Extract, unchanged, every line from the top of the material below through the line with "default: float", and no more.

:: GIVEN ENTRIES

# --------------------------------------------------------------------------- parameters


@dataclass(frozen=True, slots=True)
class ParamSpec:
    """One fitted parameter: default search bounds, scale, start, and its hard domain."""

    name: str
    lo: float
    hi: float
    log: bool
    default: float
    domain: tuple[float, float]  # values any bound or pin must respect


PARAMETERS: dict[str, ParamSpec] = {p.name: p for p in (
    ParamSpec("alpha", 0.0, 1.0, False, 0.2, (0.0, math.inf)),
    ParamSpec("gamma", 0.0, 1.0, False, 0.9, (0.0, 1.0)),
    ParamSpec("lam", 0.0, 1.0, False, 0.5, (0.0, 1.0)),
    ParamSpec("diffusion", 1e-6, 1.0, True, 0.01, (0.0, math.inf)),
    ParamSpec("noise", 1e-3, 10.0, True, 1.0, (0.0, math.inf)),
    ParamSpec("prior_var", 1e-3, 10.0, True, 1.0, (0.0, math.inf)),
    ParamSpec("beta", 0.1, 100.0, True, 5.0, (0.0, math.inf)),
    ParamSpec("theta", -3.0, 3.0, False, 0.3, (-math.inf, math.inf)),
    ParamSpec("lapse", 0.0, 0.5, False, 0.05, (0.0, 1.0)),
)}


def model_parameters(learner_name: str) -> tuple[str, ...]:
    """Every parameter of the fitted model: the learner's, then β, θ, lapse."""
    cls = LEARNERS.get(learner_name) if isinstance(learner_name, str) else None
    if cls is None:
        raise BadArgument("learner", f"one of {', '.join(map(repr, LEARNERS))}", learner_name)
    return (*cls._param_names, *OBSERVATION_PARAMS)


def default_fixed(learner_name: str, representation: Representation) -> dict[str, float]:
    """The parameters pinned when ``fixed`` is None (see the module docstring)."""
    out: dict[str, float] = {}
    if LEARNERS[learner_name].bayesian:
        out["noise"] = 1.0
    if not representation.timed:
        if learner_name == "td":
            out.update(gamma=0.9, lam=0.0)
        elif learner_name == "kalman_td":
            out["gamma"] = 0.9
    return out


# --------------------------------------------------------------------------- data


@dataclass(frozen=True, slots=True, eq=False)
class FitData:
    """A subject's trials as learner input, computed once for every likelihood evaluation.

    rows:      per trial, (X (T, n), r (T,)) from the representation, rewards in units
               of ``reward_unit_ul``.
    onset:     per trial, the (n,) row at the first cue onset, or None for a cueless trial.
    responded: (N,) 1.0 respond, 0.0 withhold, nan not observed (skipped in the likelihood).
    sessions, trials: the trial keys, for the per-trial output.
    X_all, r_all: every trial's rows stacked (ΣT, n), (ΣT,); onset_index: (N,) the row of
               each trial's onset in X_all (−1 for a cueless trial). A reward learner treats
               each row as an observation of its own, so one ``learn_trial`` over the stack
               is the per-trial loop, operation for operation (value learners need the loop:
               their trace and next row end with the trial).
    """

    representation: Representation
    reward_unit_ul: float
    rows: tuple[tuple[np.ndarray, np.ndarray], ...]
    onset: tuple[np.ndarray | None, ...]
    responded: np.ndarray
    sessions: tuple[str, ...]
    trials: tuple[int, ...]
    X_all: np.ndarray
    r_all: np.ndarray
    onset_index: np.ndarray

    @property
    def n_events(self) -> int:
        return len(self.rows)

    @property
    def n_observed(self) -> int:
        return int(np.count_nonzero(~np.isnan(self.responded)))


def responded(event) -> bool | None:
    """True/False: the animal responded or withheld; None: not observed on this trial."""
    resp = event.response
    if not event.cues or resp.result == "omitted" or resp.kind not in COUNT_RESPONSES:
        return None
    if not isinstance(resp.value, float):
        return None
    return resp.value > 0


def prepare(events: Iterable, representation: Representation, *, reward_unit_ul: float) -> FitData:
    """Rows and responses of ``events`` (TrialEvents in the order the animal lived them)."""
    if not isinstance(representation, Representation):
        raise BadArgument("representation", "a Representation (features.make_representation)",
                          representation)
    unit = _finite_positive("reward_unit_ul", reward_unit_ul)
    rows, onset, resp, sessions, trials, index = [], [], [], [], [], []
    first_row = 0
    for event in events:
        cues = [(c.cue, c.onset, c.offset) for c in event.cues]
        tr = representation.rows(cues, [(t, a / unit) for t, a in event.outcome_events()],
                                 event.duration)
        rows.append((tr.X, tr.r))
        if event.cues:
            step = tr.onset_steps[event.cues[0].cue]
            x = np.array(tr.X[step])
            x.setflags(write=False)
            onset.append(x)
            index.append(first_row + step)
        else:
            onset.append(None)
            index.append(-1)
        first_row += tr.steps
        seen = responded(event)
        resp.append(math.nan if seen is None else float(seen))
        sessions.append(event.session)
        trials.append(event.trial)
    y = np.array(resp, dtype=np.float64)
    n = representation.n_features
    X_all = np.concatenate([X for X, _ in rows]) if rows else np.zeros((0, n))
    r_all = np.concatenate([r for _, r in rows]) if rows else np.zeros(0)
    index = np.array(index, dtype=np.intp)
    for arr in (y, X_all, r_all, index):
        arr.setflags(write=False)
    return FitData(representation, unit, tuple(rows), tuple(onset), y, tuple(sessions),
                   tuple(trials), X_all, r_all, index)


# --------------------------------------------------------------------------- likelihood


def onset_values(data: FitData, learner) -> np.ndarray:
    """(N,) value at each trial's first cue onset before the trial's update (nan: no cue).

    Reward learners learn the stacked rows in one ``learn_trial``; value learners one
    trial at a time. Either way ``learner`` ends after the last trial.
    """
    if learner.kind != "reward":
        return _values(data, learner)[0]
    values = learner.learn_trial(data.X_all, data.r_all).values
    idx = data.onset_index
    # rows before a trial's first onset are all zero, so they leave the mean unchanged:
    # values[onset row] is the value before the trial's update
    return np.where(idx >= 0, values[np.maximum(idx, 0)] if len(values) else 0.0, math.nan)


def _values(data: FitData, learner, with_sd: bool = False) -> tuple[np.ndarray, np.ndarray | None]:
    """(N,) onset values before each trial's update (nan for cueless trials), and sds;
    one ``learn_trial`` per trial."""
    N = data.n_events
    V = np.full(N, math.nan)
    sd = np.full(N, math.nan) if with_sd and learner.bayesian else None
    for k in range(N):
        x = data.onset[k]
        if x is not None:
            # V_t = x_onsetᵀw, before this trial's learning
            V[k] = float(x @ learner.w)
            if sd is not None:
                # sd_t = √(x_onsetᵀ Σ x_onset)
                sd[k] = math.sqrt(max(float(x @ learner.cov @ x), 0.0))
        X, r = data.rows[k]
        learner.learn_trial(X, r)
    return V, sd


def response_probability(V: np.ndarray, beta: float, theta: float, lapse: float) -> np.ndarray:
    """p = lapse/2 + (1 − lapse) · logistic(β (V − θ)), elementwise
    (``response_models.p_respond``: no overflow for any β (V − θ))."""
    return p_respond(V, beta, theta, lapse)


def log_likelihood(data: FitData, learner_name: str, params: Mapping[str, Any]) -> float:
    """Σ_t log P(response_t | params) over the observed trials of ``data``.

    params: every learner parameter (defaults of the learner where missing) plus
    ``beta``, ``theta``, ``lapse`` (required).
    """
    learner, (beta, theta, lapse) = _build(data, learner_name, params)
    V = onset_values(data, learner)
    mask = ~np.isnan(data.responded)
    return float(np.sum(log_lik_respond(V[mask], data.responded[mask], beta, theta, lapse)))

::::

| EXERCISE SOLUTION |
# --------------------------------------------------------------------------- parameters


@dataclass(frozen=True, slots=True)
class ParamSpec:
    """One fitted parameter: default search bounds, scale, start, and its hard domain."""

    name: str
    lo: float
    hi: float
    log: bool
    default: float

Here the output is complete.